George K. Hunter, the Emily Sanford Professor Emeritus of English at Yale, former chair of Yale’s interdisciplinary graduate program in Renaissance Studies and an eminent Shakespeare scholar, died in his sleep April 10 after a prolonged illness.

Hunter, who produced renowned scholarship on Shakespearean and other Elizabethan and Jacobean literature, began his career in the United Kingdom. As a founding member of the English faculty at the University of Warwick in England, Hunter helped redefine the study of literature in Great Britain, giving it a more diverse and international focus.

Hunter, who served on Yale’s faculty for 15 years before retiring in 1991, was born in Glasgow in 1920. After graduating from the University of Glasgow, he joined the British Naval Intelligence during World War II. The war years were, according to Hunter’s daughter, Mary Hunter, formative.

“I think he found his war service eye-opening, in the sense that it brought him into contact with a range of kind and classes of people he’d never otherwise have met,” she wrote in an e-mail. “And in fact it was his contacts in British intelligence who suggested he go to Oxford for a doctorate rather than returning to Glasgow to be a schoolteacher.”

Hunter went on to receive his D.Phil from Oxford in 1950.

The University of Warwick was one of seven universities founded in the 1960s as part of an educational reform movement in Britain. Hunter signed on to help develop the English curriculum. According to former colleague Claude Rawson, a Yale English professor who also worked with Hunter in England, his work at Warwick had an enormous impact on English education by increasing the attention paid to foreign authors.

The study of English Literature in Britain had once focused almost entirely on English authors, Rawson said.

“George Hunter was one of the people who changed all that,” he said. “His particular way of changing it was to introduce a huge element of international literature into the course.
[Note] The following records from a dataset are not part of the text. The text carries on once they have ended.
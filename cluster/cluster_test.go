package cluster

import (
	"errors"
	"os/exec"
	"slices"
	"strings"
	"testing"
)

func TestSize(t *testing.T) {
	s := Sample{Objects: 100, Seconds: 2, Before: 100 << 20, After: 140 << 20} // 20 ms an object, 40 MB a worker
	numbers := make([]int, 5_000_000)
	for i := range numbers {
		numbers[i] = i
	}
	for _, k := range []struct {
		blocks, missing, blockSize, workers, elements int
		minutes                                       float64
		want                                          Need
	}{
		// 2,000 blocks of 512: 10.24 s a block, 5.12 with two workers: 170.7 min of 2,000.
		{2000, 2000, 512, 2, 0, 60, Need{3, 171, 526}},     // 667 blocks, 56.9 min, three times; 1.5 (100 + 80) + 256 MB
		{2000, 2000, 512, 2, 0, 10, Need{18, 29, 526}},     // 17.07 elements; 112 blocks, 9.6 min
		{2000, 100, 512, 2, 0, 60, Need{1, 26, 526}},       // the 100 that are missing, 8.5 min
		{2000, 2000, 512, 1, 40, 60, Need{40, 26, 466}},    // 50 blocks, 8.5 min
		{3, 3, 512, 1, 40, 60, Need{3, minutesLeast, 466}}, // not more elements than blocks
		{5_000_000, 5_000_000, 512, 1, 0, 10, Need{MostElements, 2560, 466}},
	} {
		if got := Size(s, k.blocks, numbers[:k.missing], k.blockSize, k.workers, k.elements, k.minutes); got != k.want {
			t.Errorf("%+v: %+v", k, got)
		}
	}
}

func TestScriptsAreShell(t *testing.T) {
	a := Array{Need: Need{Elements: 8, Minutes: 20, MemoryMB: 500}, Name: "duskline-ab", Program: "/opt/dusk line/bin's/duskline", Run: "/data/$RUN`x`",
		Folder: "/data/100% sure", Shards: []int{1, 2, 3, 7}, Workers: 4, Partition: "night", Account: "lr", Options: []string{"--qos=low"}}
	script, err := a.ElementScript()
	if err != nil {
		t.Fatal(err)
	}
	for _, want := range []string{"#!/bin/bash\n", "\n#SBATCH --array=1-3,7\n", "\n#SBATCH --cpus-per-task=4\n", "\n#SBATCH --mem=500M\n", "\n#SBATCH --time=20\n",
		"\n#SBATCH --partition=night\n", "\n#SBATCH --account=lr\n", "\n#SBATCH --qos=low\n", "\n#SBATCH --output=\"/data/100%% sure/array-%A_%a.log\"\n"} {
		if !strings.Contains(script, want) {
			t.Errorf("the script lacks %q:\n%s", want, script)
		}
	}
	// The command as a shell takes it apart.
	line := script[strings.LastIndex(strings.TrimSpace(script), "\n")+1:]
	command := strings.TrimSpace(strings.TrimPrefix(line, "exec "))
	out, err := exec.Command("/bin/sh", "-c", "SLURM_ARRAY_TASK_ID=3; for w in "+command+"; do echo \"<$w>\"; done").CombinedOutput()
	words := strings.Fields(strings.ReplaceAll(string(out), "dusk line", "dusk_line"))
	want := []string{"</opt/dusk_line/bin's/duskline>", "<run>", "<--out>", "</data/$RUN`x`>", "<--shard>", "<3/8>", "<--workers>", "<4>", "<--quiet>", "<--log-format>", "<json>"}
	if err != nil || !slices.Equal(words, want) {
		t.Errorf("the shell sees %q, %v", words, err)
	}
	if gather, err := a.GatherScript(); err != nil || !strings.Contains(gather, "gather --log-format json '/data/$RUN`x`'\n") || strings.Contains(gather, "--array") {
		t.Errorf("gather script %q, %v", gather, err)
	}
	a.Account = "x\nrm -rf /"
	if _, err := a.ElementScript(); !errors.Is(err, ErrLine) {
		t.Errorf("a line break in a name gives %v", err)
	}
}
The other thing that he insisted on was that every student of English should have experience with a foreign literature in its own language as well.”
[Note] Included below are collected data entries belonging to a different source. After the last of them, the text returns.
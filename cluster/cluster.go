// Package cluster turns the size of a run and the measured speed of a sample
// into a job array for Slurm: how many elements, how long, how much memory, and
// the scripts. It is arithmetic and text; nothing is read or started here.
package cluster

import (
	"errors"
	"fmt"
	"math"
	"strings"

	"duskline/internal/shards"
)

// Sample is what a short run on this machine has shown.
type Sample struct {
	Objects int
	Seconds float64 // of one worker for all of them
	Before  int64   // largest resident memory before it, bytes
	After   int64   // and after it
}

// Need is what an array asks for.
type Need struct {
	Elements int // shards
	Minutes  int // of the longest element, with reserve
	MemoryMB int // of each
}

// The reserve on what was measured: another machine may be slower and more
// crowded, and an element that runs out of time does part of its work twice
// (common practice, no source).
const (
	timeReserve   = 3
	minutesLeast  = 10
	memoryReserve = 1.5
	memoryRest    = 256 << 20 // bytes beside what the sample shows: blocks in flight, page tables
)

// MostElements is the largest array that Slurm takes unless its MaxArraySize was
// raised (slurm.conf manual: 1001, the largest index plus one).
const MostElements = 1000

// Size chooses an array for a run of blocks with blockSize objects each, of
// which those with the numbers missing are to be done, with workers objects at a time in each
// element. elements fixes their number; 0 chooses it so that each takes about
// the wanted minutes.
func Size(s Sample, blocks int, missing []int, blockSize, workers, elements int, minutes float64) Need {
	each := s.Seconds / float64(max(s.Objects, 1)) // of one worker
	block := each * float64(blockSize) / float64(workers)
	if elements == 0 {
		elements = int(math.Ceil(float64(len(missing)) * block / (60 * minutes)))
		elements = min(max(elements, 1), MostElements)
	}
	n := Need{Elements: min(elements, blocks)}
	longest := 0
	of := make([]int, n.Elements)
	for _, b := range missing {
		i := shards.Of(b, n.Elements)
		of[i]++
		longest = max(longest, of[i])
	}
	n.Minutes = max(int(math.Ceil(timeReserve*float64(longest)*block/60)), minutesLeast)
	grown := max(s.After-s.Before, 0)
	bytes := memoryReserve*(float64(s.Before)+float64(workers)*float64(grown)) + memoryRest
	n.MemoryMB = int(math.Ceil(bytes / (1 << 20)))
	return n
}

// Array describes the scripts of one submission.
type Array struct {
	Need
	Name      string   // of the job
	Program   string   // path of the binary
	Run       string   // path of the run folder
	Like      string   // path of an earlier run whose rows are taken over, or empty
	Folder    string   // path of the folder for scripts and logs
	Shards    []int    // elements to be run, in order
	Workers   int      // objects at a time, and processors of each element
	Partition string   // empty for the cluster's own choice
	Account   string   // the same
	Options   []string // more options of sbatch, such as "--qos=night"
}

// ErrLine is wrapped by errors about a text that cannot stand in a script.
var ErrLine = errors.New("line break in a name or an option")

// ElementScript returns the script of the array: element I does shard I of Elements.
// A script that is run again, or twice at the same time, changes nothing.
func (a *Array) ElementScript() (string, error) {
	lines := append(a.head("array", "array-%A_%a.log", a.Minutes, a.MemoryMB, a.Workers),
		"#SBATCH --array="+shards.Ranges(a.Shards, ","), "#SBATCH --requeue")
	command := fmt.Sprintf(`exec %s run --out %s --shard "$SLURM_ARRAY_TASK_ID/%d" --workers %d --quiet --log-format json`,
		Quote(a.Program), Quote(a.Run), a.Elements, a.Workers)
	if a.Like != "" {
		command += " --like " + Quote(a.Like)
	}
	return a.script(lines, command)
}

// The gathering reads and writes at the speed of the disk; it has room for
// about a hundred million objects.
const (
	gatherMinutes  = 240
	gatherMemoryMB = 1024
)

// GatherScript returns the script that joins the blocks.
func (a *Array) GatherScript() (string, error) {
	return a.script(a.head("gather", "gather-%j.log", gatherMinutes, gatherMemoryMB, 2),
		fmt.Sprintf("exec %s gather --log-format json %s", Quote(a.Program), Quote(a.Run)))
}

func (a *Array) head(part, log string, minutes, memoryMB, cpus int) []string {
	lines := []string{
		fmt.Sprintf("#SBATCH --job-name=%s-%s", a.Name, part),
		"#SBATCH --ntasks=1",
		fmt.Sprintf("#SBATCH --cpus-per-task=%d", cpus),
		fmt.Sprintf("#SBATCH --time=%d", minutes),
		fmt.Sprintf("#SBATCH --mem=%dM", memoryMB),
		"#SBATCH --open-mode=append",
		fmt.Sprintf("#SBATCH --output=%q", strings.ReplaceAll(a.Folder, "%", "%%")+"/"+log),
	}
	if a.Partition != "" {
		lines = append(lines, "#SBATCH --partition="+a.Partition)
	}
	if a.Account != "" {
		lines = append(lines, "#SBATCH --account="+a.Account)
	}
	for _, o := range a.Options {
		lines = append(lines, "#SBATCH "+o)
	}
	return lines
}

func (a *Array) script(head []string, command string) (string, error) {
	all := append([]string{"#!/bin/bash"}, head...)
	all = append(all, command)
	for _, line := range all {
		if strings.ContainsAny(line, "\r\n\x00") {
			return "", fmt.Errorf("%w: %q", ErrLine, line)
		}
	}
	return strings.Join(all, "\n") + "\n", nil
}

// Quote writes a text as one word of a POSIX shell.
func Quote(s string) string {
	return "'" + strings.ReplaceAll(s, "'", `'\''`) + "'"
}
Jan Gorak, an English professor at the University of Denver who studied under Hunter as an undergraduate at Warwick, said the difference in his approach to literature was evident.

“He really changed my attitudes on literature,” Gorak said. “I think the thing to say is that he really was in contrast with most English departments. He had a great vision of Europe.”

After reforming the English curriculum at Warwick, Hunter came to New Haven in 1976. “He moved to Yale,” Mary Hunter explained, “because, having founded the English Department at Warwick University, he thought it prudent to let its development happen under the guidance of others.”

Emeritus English professor Fred Robinson remembered Hunter, with whom he used to enjoy lunch at Mory’s every Monday, as discontent in the United States.

“At Yale, I always thought he was rather unhappy,” Robinson said. “He used to say something that I just found incredibly astonishing: ‘Yale students substitute hard work for intelligence.’ ”

Even if he was unimpressed with his students, however, they seemed not to notice. Rawson described Hunter as well-liked while at Yale.

“We had many of the same students who remember him with extraordinary affection,” Rawson said. “He was a wonderful teacher. He was very dedicated to teaching. He had wisdom, kindness and a very clear mind.”

When he retired in 1991, Hunter chose to remain in New Haven because of a strong community of active, retired faculty, Mary Hunter said. He remained in contact with students and former colleagues.

Gorak, after remaining in contact with his former professor for 30 years, said he remembered particularly well his singularity. “George was inimitable and probably unrepeatable.”

Hunter is survived by his wife, Shalegh, three children and seven grandchildren.